--- RECORD EXCERPTS Enclosed Below ---
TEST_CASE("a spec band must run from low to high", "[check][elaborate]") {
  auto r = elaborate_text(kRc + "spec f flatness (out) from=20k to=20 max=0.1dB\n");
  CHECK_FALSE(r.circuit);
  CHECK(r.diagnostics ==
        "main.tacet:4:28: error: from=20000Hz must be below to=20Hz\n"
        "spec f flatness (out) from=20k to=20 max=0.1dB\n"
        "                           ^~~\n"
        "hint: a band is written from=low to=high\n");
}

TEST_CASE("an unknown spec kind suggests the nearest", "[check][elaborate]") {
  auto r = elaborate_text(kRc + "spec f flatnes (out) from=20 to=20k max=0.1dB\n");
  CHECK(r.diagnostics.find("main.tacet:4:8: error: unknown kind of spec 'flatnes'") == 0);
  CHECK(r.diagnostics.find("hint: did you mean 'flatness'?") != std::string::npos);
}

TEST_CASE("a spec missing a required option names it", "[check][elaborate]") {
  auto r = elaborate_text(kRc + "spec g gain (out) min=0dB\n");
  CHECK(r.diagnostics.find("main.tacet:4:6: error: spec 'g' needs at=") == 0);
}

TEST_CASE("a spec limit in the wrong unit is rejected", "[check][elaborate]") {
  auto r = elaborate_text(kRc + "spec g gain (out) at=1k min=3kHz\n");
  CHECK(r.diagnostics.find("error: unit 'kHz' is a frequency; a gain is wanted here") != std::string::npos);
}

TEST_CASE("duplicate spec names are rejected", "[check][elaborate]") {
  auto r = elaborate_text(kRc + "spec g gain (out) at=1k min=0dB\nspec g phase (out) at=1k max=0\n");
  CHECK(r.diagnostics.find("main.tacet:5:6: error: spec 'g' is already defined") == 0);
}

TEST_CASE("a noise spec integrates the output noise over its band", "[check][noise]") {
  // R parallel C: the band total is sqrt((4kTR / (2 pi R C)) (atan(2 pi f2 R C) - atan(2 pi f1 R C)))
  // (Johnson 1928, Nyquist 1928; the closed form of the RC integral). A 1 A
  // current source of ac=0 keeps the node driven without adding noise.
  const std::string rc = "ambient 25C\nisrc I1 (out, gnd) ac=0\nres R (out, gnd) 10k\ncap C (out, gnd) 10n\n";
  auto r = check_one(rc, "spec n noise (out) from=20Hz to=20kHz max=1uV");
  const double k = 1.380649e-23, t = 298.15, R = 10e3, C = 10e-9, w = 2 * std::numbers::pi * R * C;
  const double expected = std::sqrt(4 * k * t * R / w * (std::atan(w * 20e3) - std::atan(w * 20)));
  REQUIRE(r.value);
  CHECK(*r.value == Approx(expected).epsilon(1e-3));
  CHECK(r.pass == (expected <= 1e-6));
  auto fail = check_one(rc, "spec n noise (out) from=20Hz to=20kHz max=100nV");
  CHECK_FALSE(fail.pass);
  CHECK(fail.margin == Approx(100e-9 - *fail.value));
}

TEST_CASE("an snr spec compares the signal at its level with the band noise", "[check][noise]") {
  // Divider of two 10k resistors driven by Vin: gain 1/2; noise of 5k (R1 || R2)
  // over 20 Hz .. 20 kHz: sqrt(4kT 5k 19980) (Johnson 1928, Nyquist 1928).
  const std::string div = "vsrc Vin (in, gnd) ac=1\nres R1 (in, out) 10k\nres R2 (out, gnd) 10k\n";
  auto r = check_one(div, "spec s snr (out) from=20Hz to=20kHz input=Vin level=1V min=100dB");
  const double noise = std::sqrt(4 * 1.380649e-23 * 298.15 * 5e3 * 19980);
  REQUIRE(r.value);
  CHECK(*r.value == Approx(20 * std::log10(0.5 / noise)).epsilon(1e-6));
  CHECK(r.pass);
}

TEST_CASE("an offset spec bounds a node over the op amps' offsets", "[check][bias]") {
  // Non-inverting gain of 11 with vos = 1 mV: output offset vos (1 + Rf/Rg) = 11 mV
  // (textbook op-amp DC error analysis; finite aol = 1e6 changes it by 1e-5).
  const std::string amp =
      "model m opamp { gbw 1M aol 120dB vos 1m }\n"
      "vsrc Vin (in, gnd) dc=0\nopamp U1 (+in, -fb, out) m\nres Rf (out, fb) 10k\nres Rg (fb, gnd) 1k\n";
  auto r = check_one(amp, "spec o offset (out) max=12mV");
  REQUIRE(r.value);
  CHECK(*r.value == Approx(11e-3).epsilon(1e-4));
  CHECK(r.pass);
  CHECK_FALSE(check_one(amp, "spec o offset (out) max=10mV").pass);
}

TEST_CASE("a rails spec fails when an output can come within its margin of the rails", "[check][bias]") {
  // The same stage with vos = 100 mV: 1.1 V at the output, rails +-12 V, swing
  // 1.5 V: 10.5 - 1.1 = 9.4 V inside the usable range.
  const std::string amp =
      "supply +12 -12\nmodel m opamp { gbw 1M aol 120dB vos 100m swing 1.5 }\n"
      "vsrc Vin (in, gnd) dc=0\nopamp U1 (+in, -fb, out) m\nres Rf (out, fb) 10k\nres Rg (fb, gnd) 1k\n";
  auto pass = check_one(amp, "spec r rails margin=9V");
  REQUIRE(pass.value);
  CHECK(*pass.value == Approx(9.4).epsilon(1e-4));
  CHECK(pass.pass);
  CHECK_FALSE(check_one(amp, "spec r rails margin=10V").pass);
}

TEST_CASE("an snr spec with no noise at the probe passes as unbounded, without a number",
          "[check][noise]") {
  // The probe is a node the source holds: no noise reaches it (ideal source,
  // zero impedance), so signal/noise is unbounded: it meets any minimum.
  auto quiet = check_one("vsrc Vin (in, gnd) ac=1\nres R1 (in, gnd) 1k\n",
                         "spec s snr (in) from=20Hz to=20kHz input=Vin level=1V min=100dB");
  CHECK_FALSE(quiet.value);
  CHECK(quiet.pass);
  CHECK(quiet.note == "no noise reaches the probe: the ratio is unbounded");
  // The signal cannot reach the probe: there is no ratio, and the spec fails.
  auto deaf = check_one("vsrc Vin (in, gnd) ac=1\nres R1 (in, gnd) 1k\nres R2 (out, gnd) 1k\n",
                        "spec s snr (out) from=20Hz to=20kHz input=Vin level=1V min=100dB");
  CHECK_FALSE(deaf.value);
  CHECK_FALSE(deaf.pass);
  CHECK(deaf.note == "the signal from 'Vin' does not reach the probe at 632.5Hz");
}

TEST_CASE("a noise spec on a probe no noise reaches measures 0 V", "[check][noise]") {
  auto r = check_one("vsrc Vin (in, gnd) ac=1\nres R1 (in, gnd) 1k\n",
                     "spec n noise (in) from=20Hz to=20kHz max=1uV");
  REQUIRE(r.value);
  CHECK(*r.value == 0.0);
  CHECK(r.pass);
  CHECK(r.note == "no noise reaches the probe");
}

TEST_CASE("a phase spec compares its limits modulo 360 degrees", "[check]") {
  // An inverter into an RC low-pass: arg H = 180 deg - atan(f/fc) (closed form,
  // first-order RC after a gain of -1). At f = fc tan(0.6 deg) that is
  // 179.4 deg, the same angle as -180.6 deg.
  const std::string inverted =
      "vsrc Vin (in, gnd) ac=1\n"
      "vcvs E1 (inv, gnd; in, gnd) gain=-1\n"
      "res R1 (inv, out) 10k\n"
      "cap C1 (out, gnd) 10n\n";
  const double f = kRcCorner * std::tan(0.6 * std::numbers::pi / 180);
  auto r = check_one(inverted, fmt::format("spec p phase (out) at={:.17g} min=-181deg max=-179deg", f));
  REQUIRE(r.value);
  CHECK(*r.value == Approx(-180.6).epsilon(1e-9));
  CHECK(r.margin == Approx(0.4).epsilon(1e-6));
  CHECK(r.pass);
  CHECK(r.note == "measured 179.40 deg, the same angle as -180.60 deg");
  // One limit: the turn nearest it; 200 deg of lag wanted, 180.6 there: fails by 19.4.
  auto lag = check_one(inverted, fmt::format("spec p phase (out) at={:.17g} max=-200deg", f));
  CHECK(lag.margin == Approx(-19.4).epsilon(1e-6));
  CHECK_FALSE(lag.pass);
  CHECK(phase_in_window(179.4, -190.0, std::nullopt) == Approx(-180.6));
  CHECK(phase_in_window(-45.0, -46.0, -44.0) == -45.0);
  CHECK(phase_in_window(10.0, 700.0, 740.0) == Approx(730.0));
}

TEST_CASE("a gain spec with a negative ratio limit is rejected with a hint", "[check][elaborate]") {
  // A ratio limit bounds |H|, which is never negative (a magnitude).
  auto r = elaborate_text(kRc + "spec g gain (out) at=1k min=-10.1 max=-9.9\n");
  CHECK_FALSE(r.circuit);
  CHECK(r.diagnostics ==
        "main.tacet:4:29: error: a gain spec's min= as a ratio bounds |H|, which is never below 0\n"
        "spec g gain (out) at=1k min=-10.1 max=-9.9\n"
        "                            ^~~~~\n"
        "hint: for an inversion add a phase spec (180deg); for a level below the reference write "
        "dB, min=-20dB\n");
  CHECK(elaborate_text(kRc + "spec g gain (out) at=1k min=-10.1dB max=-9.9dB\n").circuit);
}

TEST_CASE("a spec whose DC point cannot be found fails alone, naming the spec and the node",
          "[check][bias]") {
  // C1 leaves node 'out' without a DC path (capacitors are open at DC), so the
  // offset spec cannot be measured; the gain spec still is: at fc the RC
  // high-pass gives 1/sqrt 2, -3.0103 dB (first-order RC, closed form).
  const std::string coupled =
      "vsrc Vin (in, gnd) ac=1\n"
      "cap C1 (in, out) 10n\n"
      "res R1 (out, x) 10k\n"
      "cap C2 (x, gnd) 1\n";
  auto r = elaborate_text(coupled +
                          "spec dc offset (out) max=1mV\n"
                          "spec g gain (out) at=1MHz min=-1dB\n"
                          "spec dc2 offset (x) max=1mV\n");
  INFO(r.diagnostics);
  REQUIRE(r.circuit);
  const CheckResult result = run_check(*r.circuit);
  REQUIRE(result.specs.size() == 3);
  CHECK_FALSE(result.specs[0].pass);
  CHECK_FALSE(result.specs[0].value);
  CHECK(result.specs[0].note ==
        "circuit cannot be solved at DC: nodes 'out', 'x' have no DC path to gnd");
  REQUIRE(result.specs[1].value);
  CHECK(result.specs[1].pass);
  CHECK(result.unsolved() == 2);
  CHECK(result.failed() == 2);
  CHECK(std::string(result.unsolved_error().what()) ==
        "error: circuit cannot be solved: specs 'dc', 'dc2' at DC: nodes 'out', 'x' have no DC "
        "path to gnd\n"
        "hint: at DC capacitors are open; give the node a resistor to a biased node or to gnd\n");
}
--- End of Enclosed RECORD EXCERPTS ---
(YOUR OBJECTIVE):
Looking at the data above, return every line from the one with "spec 'g' needs" down to the one with "5k (R1 || R2)", exactly and inclusively.

(YOUR SOLUTION):
  CHECK(r.diagnostics.find("main.tacet:4:6: error: spec 'g' needs at=") == 0);
}

TEST_CASE("a spec limit in the wrong unit is rejected", "[check][elaborate]") {
  auto r = elaborate_text(kRc + "spec g gain (out) at=1k min=3kHz\n");
  CHECK(r.diagnostics.find("error: unit 'kHz' is a frequency; a gain is wanted here") != std::string::npos);
}

TEST_CASE("duplicate spec names are rejected", "[check][elaborate]") {
  auto r = elaborate_text(kRc + "spec g gain (out) at=1k min=0dB\nspec g phase (out) at=1k max=0\n");
  CHECK(r.diagnostics.find("main.tacet:5:6: error: spec 'g' is already defined") == 0);
}

TEST_CASE("a noise spec integrates the output noise over its band", "[check][noise]") {
  // R parallel C: the band total is sqrt((4kTR / (2 pi R C)) (atan(2 pi f2 R C) - atan(2 pi f1 R C)))
  // (Johnson 1928, Nyquist 1928; the closed form of the RC integral). A 1 A
  // current source of ac=0 keeps the node driven without adding noise.
  const std::string rc = "ambient 25C\nisrc I1 (out, gnd) ac=0\nres R (out, gnd) 10k\ncap C (out, gnd) 10n\n";
  auto r = check_one(rc, "spec n noise (out) from=20Hz to=20kHz max=1uV");
  const double k = 1.380649e-23, t = 298.15, R = 10e3, C = 10e-9, w = 2 * std::numbers::pi * R * C;
  const double expected = std::sqrt(4 * k * t * R / w * (std::atan(w * 20e3) - std::atan(w * 20)));
  REQUIRE(r.value);
  CHECK(*r.value == Approx(expected).epsilon(1e-3));
  CHECK(r.pass == (expected <= 1e-6));
  auto fail = check_one(rc, "spec n noise (out) from=20Hz to=20kHz max=100nV");
  CHECK_FALSE(fail.pass);
  CHECK(fail.margin == Approx(100e-9 - *fail.value));
}

TEST_CASE("an snr spec compares the signal at its level with the band noise", "[check][noise]") {
  // Divider of two 10k resistors driven by Vin: gain 1/2; noise of 5k (R1 || R2)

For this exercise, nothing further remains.